I try playing a game, it hangs up, I update Nvidia drivers and try a restart of the comp.

Same scenario all over again. Use the same command lines and I'm back writing this post.

*Pretty much now I'm trying to find out how to be able to restart my computer without having to use command lines to fix booting.
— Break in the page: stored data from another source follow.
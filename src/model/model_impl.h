/* Private to the model module. */
#ifndef SY_MODEL_IMPL_H
#define SY_MODEL_IMPL_H

#include "swellyield/model.h"

/* Read the [layout] CSV into model->devices, applying [device]/[pto] defaults and
 * checking names, numbers, duplicates and overlaps. "FILE:LINE: message" errors. */
int syi_model_read_layout(sy_model *model, sy_error *err);

#endif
Any help appreciated.*

*My specs.*

Tech Support Guy System Info Utility version 1.0.0.4
OS Version: Microsoft Windows 10 Home, 64 bit
Processor: AMD FX(tm)-8120 Eight-Core Processor, AMD64 Family 21 Model 1 Stepping 2
Processor Count: 8
RAM: 16329 Mb
Graphics Card: NVIDIA GeForce GTX 750 Ti, -2048 Mb
Hard Drives: C: 111 GB (28 GB Free); E: 465 GB (63 GB Free); F: 931 GB (584 GB Free);
Motherboard: ASUSTeK COMPUTER INC., M5A99X EVO
Antivirus: Windows Defender, Enabled and Updated


----------



## metallica5456 (Apr 1, 2013)

I would try a system restore. Choose a date when u knew was working but not too far back where you'll have significant changes.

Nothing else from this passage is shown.